● What the task asks:
Within the data that follows, set down exactly the lines from the one containing "pulls: tuple[float, ...]" through the one containing "if not indicators", both ends included.

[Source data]

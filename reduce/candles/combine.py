"""One modulus from several indicators of a galaxy, with the errors that they share as covariance."""

from __future__ import annotations

from collections.abc import Mapping, Sequence
from dataclasses import dataclass, field

import numpy as np

LARGEST_PULL = 3.0


@dataclass(frozen=True, slots=True)
class Indicator:
    """One modulus with the error that is its own, and its signed part of each shared error (mag)."""

    name: str
    mu: float
    err: float
    shared: Mapping[str, float] = field(default_factory=dict)
    """Name of a shared error → how far this modulus moves when that error is 1 σ."""


@dataclass(frozen=True, slots=True)
class Combined:
    """The generalised least-squares mean."""

    mu: float
    err: float
    err_own: float
    """Part of ``err`` that comes of the errors of each indicator alone."""
    err_shared: float
    err_scaled: float
    """``err`` with the part that is their own widened by √(χ²/dof), where the indicators disagree."""
    chi2: float
    dof: int
    weights: tuple[float, ...]
    pulls: tuple[float, ...]
    """Of each indicator from the mean, in units of the error of that difference."""
    notes: tuple[str, ...]


def combined(indicators: Sequence[Indicator]) -> Combined:
    """μ = (1ᵀC⁻¹μ) / (1ᵀC⁻¹1) with C = diag(err²) + Σ_k v_k v_kᵀ, one v_k for each shared error.

    An error that all share alike moves the mean as a whole: it is in the error once, and never averages down.

    Raises
    ------
    ValueError
        No indicator, or an error that is not positive.
    """
    if not indicators or not all(indicator.err > 0 for indicator in indicators):
        raise ValueError("a mean needs indicators with errors above 0")
    mu = np.array([indicator.mu for indicator in indicators])
    own = np.diag([indicator.err**2 for indicator in indicators])
    names = sorted({name for indicator in indicators for name in indicator.shared})
    parts = np.array([[indicator.shared.get(name, 0.0) for name in names] for indicator in indicators])
    cov = own + parts @ parts.T
    inverse = np.linalg.inv(cov)
    weights = inverse.sum(axis=0) / inverse.sum()
    mean = float(weights @ mu)
    left = mu - mean
    chi2, dof = float(left @ inverse @ left), len(mu) - 1
    own_variance, shared_variance = float(weights @ own @ weights), float(((weights @ parts) ** 2).sum())
    difference = np.eye(len(mu)) - weights[None, :]
    spread = np.sqrt(np.maximum(np.diag(difference @ cov @ difference.T), 1e-12))
    pulls = left / spread if dof else np.zeros(1)
    widening = max(chi2 / dof, 1.0) if dof else 1.0
    notes = [
        f"{indicator.name} is {abs(pull):.1f} σ from the mean of all."
        for indicator, pull in zip(indicators, pulls.tolist(), strict=True)
        if abs(pull) > LARGEST_PULL
    ]
    notes += [
        f"{indicator.name} has a negative weight: it shares more of its error than it has of its own."
        for indicator, weight in zip(indicators, weights.tolist(), strict=True)
        if weight < 0
    ]
    if not names:
        notes.append("no shared error is given: moduli of one ladder, anchor or dust map are not independent.")
    return Combined(
        mean, float(np.sqrt(own_variance + shared_variance)), float(np.sqrt(own_variance)),
        float(np.sqrt(shared_variance)), float(np.sqrt(own_variance * widening + shared_variance)), chi2, dof,
        tuple(weights.tolist()), tuple(pulls.tolist()), tuple(notes),
    )  # fmt: skip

● Answer to this task:
    pulls: tuple[float, ...]
    """Of each indicator from the mean, in units of the error of that difference."""
    notes: tuple[str, ...]


def combined(indicators: Sequence[Indicator]) -> Combined:
    """μ = (1ᵀC⁻¹μ) / (1ᵀC⁻¹1) with C = diag(err²) + Σ_k v_k v_kᵀ, one v_k for each shared error.

    An error that all share alike moves the mean as a whole: it is in the error once, and never averages down.

    Raises
    ------
    ValueError
        No indicator, or an error that is not positive.
    """
    if not indicators or not all(indicator.err > 0 for indicator in indicators):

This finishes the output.